Monetization: What You Can Build With This
Model 1 — Validation as a Service
Offer validation services to other builders and founders. You run the simulation, interpret results, and deliver a 5-10 page report.
Price: $500 to $1,500 per validation
Volume: 4-8 validations/month with analysis
Revenue: $4,000 to $12,000/month
Advantage: Zero operational cost, just your time
Model 2 — Validation SaaS Product
Build a polished interface on top of MiroFish and sell access to startups and builders.
Price: $49 to $99 per simulation, or monthly subscription
Model: Monthly quota of 5-10 simulations
Variable Cost: Zero (runs locally)
Revenue: $2,000 to $5,000/month with 10-20 customers
Model 3 — Product Strategy Consulting
Combine MiroFish simulations with deep product/market knowledge.
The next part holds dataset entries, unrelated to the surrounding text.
import { fail } from '@sveltejs/kit';
import { importOptions, MAX_BUNDLE_BYTES } from '$lib/schemas/bundle';
import { formDataOf, readBodyWithin } from '$lib/server/api/body';
import { requireMember } from '$lib/server/auth/guard';
import { db } from '$lib/server/db';
import { BundleContentError, importBundle } from '$lib/server/transfer/import';
import { BUNDLE_TOO_LARGE, readBundle } from '$lib/server/transfer/read';
import type { Actions, PageServerLoad } from './$types';

/** Export the organisation as a bundle, or import one (admins): the page around the two endpoints. */
export const load: PageServerLoad = async ({ params }) => {
	await requireMember(params.org, 'org:settings');
	return { maxBytes: MAX_BUNDLE_BYTES };
};

type Issue = { path: string; message: string };
const refuse = (status: number, error: string, onConflict: 'skip' | 'copy' = 'skip', issues: Issue[] = []) =>
	fail(status, { error, issues: issues.slice(0, 5), onConflict });

export const actions: Actions = {
	import: async ({ params, request }) => {
		const member = await requireMember(params.org, 'org:settings');
		// The file plus a few fields: the multipart framing is small next to the limit.
		const body = await readBodyWithin(request, MAX_BUNDLE_BYTES + 64 * 1024);
		if (!body) return refuse(413, BUNDLE_TOO_LARGE);
		let form: FormData;
		try {
			form = await formDataOf(request, body);
		} catch {
			return refuse(400, 'The upload could not be read. Choose the bundle file again.');
		}
		const options = importOptions.parse({ onConflict: form.get('onConflict') ?? undefined });
		const file = form.get('bundle');
		if (!(file instanceof File) || file.size === 0) return refuse(400, 'Choose the bundle file (.json) an export produced.', options.onConflict);
		const read = readBundle(new Uint8Array(await file.arrayBuffer()));
		if (!read.ok) return refuse(read.status, read.message, options.onConflict, read.issues);
		try {
			const report = await importBundle(db, member, read.bundle, options);
			return { report, from: read.bundle.source.organisation.name, onConflict: options.onConflict };
		} catch (e) {
			if (e instanceof BundleContentError) return refuse(422, e.message, options.onConflict, [{ path: e.path, message: e.message }]);
			throw e;
		}
	}
};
You don’t just simulate—you recommend strategic adjustments and roadmap prioritization.
Price: $2,000 to $5,000 per project
Duration: 2-4 weeks per engagement
Ideal Customer: Technical builders going from zero to market
Limitations and When NOT to Use
Model Bias
Agents are generated by the LLM (qwen2.5:32b by default). Their behaviors reflect patterns in the model’s training data—which carries geographic, cultural, and temporal bias.
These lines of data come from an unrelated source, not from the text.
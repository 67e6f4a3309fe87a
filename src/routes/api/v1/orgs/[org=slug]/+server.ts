import { json } from '@sveltejs/kit';
import { requireMember } from '$lib/server/auth/guard';
import { allowedActions } from '$lib/server/auth/permissions';
import type { RequestHandler } from './$types';

/** The organisation as the caller sees it: name, their role in effect and what it allows. */
export const GET: RequestHandler = async ({ params }) => {
	const member = await requireMember(params.org, 'org:read');
	return json({
		organisation: { slug: member.orgSlug, name: member.orgName },
		role: member.role,
		actions: allowedActions(member.role)
	});
};
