/**
 * Reads rows of plain numbers straight from the character codes: no per-row strings or arrays, so
 * a 100 000-row body reads in a few milliseconds. A mantissa of ≤ 15 digits scaled by an exact power
 * of ten is one correctly rounded operation, i.e. the same double `Number()` returns. Any line it
 * does not understand (comments, text, quotes, NaN, the wrong number of fields) goes to the slow
 * path with its line number, which classifies it.
 */
class BodyScanner {
	private pos = 0;
	private readonly values: Float64Array;

	constructor(
		private readonly text: string,
		private readonly delim: Delim,
		private readonly decimalComma: boolean,
		private readonly ncols: number,
		private readonly colA: number,
		private readonly colB: number,
		private readonly colT: number
	) {
		this.values = new Float64Array(ncols);
	}

	/** Parses a number at this.pos; NaN when the characters there are not a plain number. */
	private number(): number {
		const s = this.text;
		let p = this.pos;
		const start = p;
		let c = s.charCodeAt(p);
		let negative = false;
		if (c === 45 || c === 43) {
			negative = c === 45;
			c = s.charCodeAt(++p);
		}
		let mant = 0;
		let digits = 0;
		let exp = 0;
		let seen = false;
		while (c >= 48 && c <= 57) {
			if (digits < 15) {
				mant = mant * 10 + (c - 48);
				if (mant !== 0) digits++;
			} else exp++;
			seen = true;
			c = s.charCodeAt(++p);
		}
		if (c === 46 || (c === 44 && this.decimalComma)) {
			c = s.charCodeAt(++p);
			while (c >= 48 && c <= 57) {
				if (digits < 15) {
					mant = mant * 10 + (c - 48);
					if (mant !== 0) digits++;
					exp--;
				}
				seen = true;
				c = s.charCodeAt(++p);
			}
		}
		if (!seen) return NaN;
		if (c === 101 || c === 69) {
			c = s.charCodeAt(++p);
			let eneg = false;
			if (c === 45 || c === 43) {
				eneg = c === 45;
				c = s.charCodeAt(++p);
			}
			let e = 0;
			let eseen = false;
			while (c >= 48 && c <= 57) {
				e = e * 10 + (c - 48);
				eseen = true;
				c = s.charCodeAt(++p);
			}
			if (!eseen) return NaN;
			exp += eneg ? -e : e;
		}
		this.pos = p;
		let x: number;
		if (exp === 0) x = mant;
		else if (exp > 0 && exp <= 22) x = mant * POW10[exp];
		else if (exp < 0 && exp >= -22) x = mant / POW10[-exp];
		else {
			const slice = s.slice(start, p);
			x = Number(this.decimalComma ? slice.replace(',', '.') : slice);
			// Out of range (1e400): the slow path reports it with its line.
			return Number.isFinite(x) ? x : NaN;
		}
		return negative ? -x : x;
	}

	run(
		offset: number,
		firstLine: number,
		av: number[],
		bv: number[],
		tv: number[],
		slow: (lineText: string, line: number) => void
	): void {
		const s = this.text;
		const n = s.length;
		const delimCode = this.delim === 'ws' ? -1 : this.delim.charCodeAt(0);
		const ws = this.delim === 'ws';
		const { ncols, colA, colB, colT, values } = this;
		let line = firstLine;
		let p = offset;
		while (p < n) {
			const lineStart = p;
			let fields = 0;
			let ok = true;
			let c = s.charCodeAt(p);
			// Skip leading blanks.
			while (c === 32 || c === 9) c = s.charCodeAt(++p);
			if (c === 10 || c === 13 || p >= n) {
				// Blank line.
			} else {
				for (;;) {
					this.pos = p;
					const x = this.number();
					if (Number.isNaN(x) || fields >= ncols) {
						ok = false;
						break;
					}
					values[fields++] = x;
					p = this.pos;
					c = s.charCodeAt(p);
					if (ws) {
						if (c === 32 || c === 9) {
							while (c === 32 || c === 9) c = s.charCodeAt(++p);
							if (c === 10 || c === 13 || p >= n) break;
							continue;
						}
					} else {
						while (c === 32 || (c === 9 && delimCode !== 9)) c = s.charCodeAt(++p);
						if (c === delimCode) {
							c = s.charCodeAt(++p);
							while (c === 32 || (c === 9 && delimCode !== 9)) c = s.charCodeAt(++p);
							// A trailing delimiter leaves an empty last field, which is allowed.
							if (c === 10 || c === 13 || p >= n) break;
							continue;
						}
					}
					if (!(c === 10 || c === 13 || p >= n)) ok = false;
					break;
				}
				if (ok && fields === ncols) {
					av.push(values[colA]);
					bv.push(values[colB]);
					if (colT >= 0) tv.push(values[colT]);
				} else ok = false;
			}
			// To the end of the line.
			while (p < n) {
				c = s.charCodeAt(p);
				if (c === 10 || c === 13) break;
				p++;
			}
			if (!ok) slow(s.slice(lineStart, p), line);
			if (p < n) {
				if (s.charCodeAt(p) === 13 && s.charCodeAt(p + 1) === 10) p++;
				p++;
			}
			line++;
		}
	}
}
Behaviors in highly specialized, very new, or culturally distinct markets aren’t modeled with full fidelity.
Mitigation: Run simulations with multiple models and compare. If qwen2.5 and mistral reach the same conclusions, the signal is stronger.
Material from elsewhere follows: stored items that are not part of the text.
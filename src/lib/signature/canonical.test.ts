import { describe, expect, it } from 'vitest';
import { linearCurve, type LinearPart } from '../../../tests/support/analytic';
import { gaussian, logUniform, pick, seededRandom, synthesiseSamples, writeCapture, type Rng } from '../../../tests/support/captures';
import { canonicalise, inferUnits } from './canonical';
import { parseCapture } from './parse';
import { toCanonical } from './curve';
import { SignatureError } from './errors';
import type { CanonicalCurve, Samples, TestConditions } from './types';

// Sources for the expected curves:
// - linear parts: the textbook phasor solution of a sine source behind Rs driving Z (voltage divider
//   V = E·Z/(Z + Rs)), built by tests/support/analytic.ts (Hayt & Kemmerly, "Engineering Circuit
//   Analysis", sinusoidal steady-state analysis);
// - a sharp knee: the constant-voltage-drop diode model (Sedra & Smith, "Microelectronic Circuits",
//   diode modelling chapter): the diode blocks until the source exceeds Vd, then holds Vd;
// - the noise floor: averaging m independent samples of white noise σ leaves σ/√m (the standard
//   error of the mean), so a grid point's normalised error is about √2·σ/√max(1, n/N).

function rmsDistance(a: CanonicalCurve, b: CanonicalCurve): number {
	let s = 0;
	for (let k = 0; k < a.vn.length; k++) s += (a.vn[k] - b.vn[k]) ** 2 + (a.in[k] - b.in[k]) ** 2;
	return Math.sqrt(s / a.vn.length);
}

function noiseFloor(sigma: number, samples: number, points = 256): number {
	return (Math.SQRT2 * sigma) / Math.sqrt(Math.max(1, samples / points));
}

/** Constant-voltage-drop diode (anode at probe 1), optionally with a reverse clamp (a zener's). */
function kneeCurve(c: TestConditions, vd: number, reverse: number | null, points: number): CanonicalCurve {
	const v: number[] = [];
	const i: number[] = [];
	for (let k = 0; k < points; k++) {
		const e = c.sourcePeakV * Math.sin((2 * Math.PI * k) / points);
		const vk = e > vd ? vd : reverse !== null && e < -reverse ? -reverse : e;
		v.push(vk);
		i.push((e - vk) / c.sourceResistanceOhm);
	}
	return toCanonical(v, i, c, { periods: 0, periodSpread: null, simulated: true });
}

function randomConditions(rng: Rng): TestConditions {
	return {
		sourcePeakV: logUniform(rng, 0.2, 50),
		sourceResistanceOhm: logUniform(rng, 10, 1e6),
		frequencyHz: logUniform(rng, 5, 20_000)
	};
}

function randomLinearPart(rng: Rng, c: TestConditions): LinearPart {
	const rs = c.sourceResistanceOhm;
	const w = 2 * Math.PI * c.frequencyHz;
	return pick(rng, [
		{ kind: 'resistor', ohms: rs * logUniform(rng, 0.1, 10) },
		{ kind: 'capacitor', farads: 1 / (w * rs * logUniform(rng, 0.1, 10)), leakageOhm: rs * logUniform(rng, 0.5, 20) },
		{ kind: 'inductor', henries: (rs * logUniform(rng, 0.1, 10)) / w, seriesOhm: rs * 0.1 },
		{ kind: 'open' },
		{ kind: 'short' }
	] as LinearPart[]);
}

function withoutTime(s: Samples): Samples {
	return { v: s.v, i: s.i };
}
Simulation Can’t Predict Black Swans
Unexpected events (algorithm changes, regulatory shifts, dominant competitor entering) don’t appear in simulation.
The simulation models behaviors based on the context you provide. Incomplete context = incomplete results.
Garbage In, Garbage Out
A vague seed produces vague results. If you describe your product as “marketing SaaS for businesses,” agents process a fuzzy idea.
Spend time on your product description. The more specific (market, audience, problem, solution), the better the signal.
Doesn’t Replace Real Conversations
Simulation reduces risk; it doesn’t eliminate uncertainty. Before launching anything with meaningful price, validate with 5-10 real people from your simulated target segment.
The simulation shows where to look. Real conversations confirm what you found.
Recommended Workflow
1. Raw idea
|
v
2. Initial simulation (5-10 min)
|
v
3. Review objections and adoption clusters
|
[Does the idea signal positive?]
No → Refine positioning or kill it
Yes → Continue
|
v
4. 5-10 real conversations with people in simulated segment
|
[Does signal validate?]
No → Return to step 2 with new hypothesis
Yes → Build the MVP
|
v
5. MVP with messaging already calibrated by simulation
This complete cycle—from raw idea to validated MVP—can run in 1-2 weeks for digital products.
Next Steps
You have MiroFish running. The immediate next step is to take a real decision you need to make—a product you’re thinking of building, a pricing question you need to solve, a positioning shift you’re considering—and run an actual simulation.
The quality of your result depends on the quality of your product description. Spend 15-30 minutes writing a clear description of your product, target market, ideal customer, and value proposition.
For deeper ideas on idea validation using complementary approaches, see How to Validate Your SaaS Idea Before Coding—it covers qualitative research techniques that work alongside simulation. And if you’re still deciding which ideas are worth simulating, How to Validate a Digital Product Idea has the pre-screening framework.
MiroFish Offline gives you the laboratory. What you put into it determines the value you extract.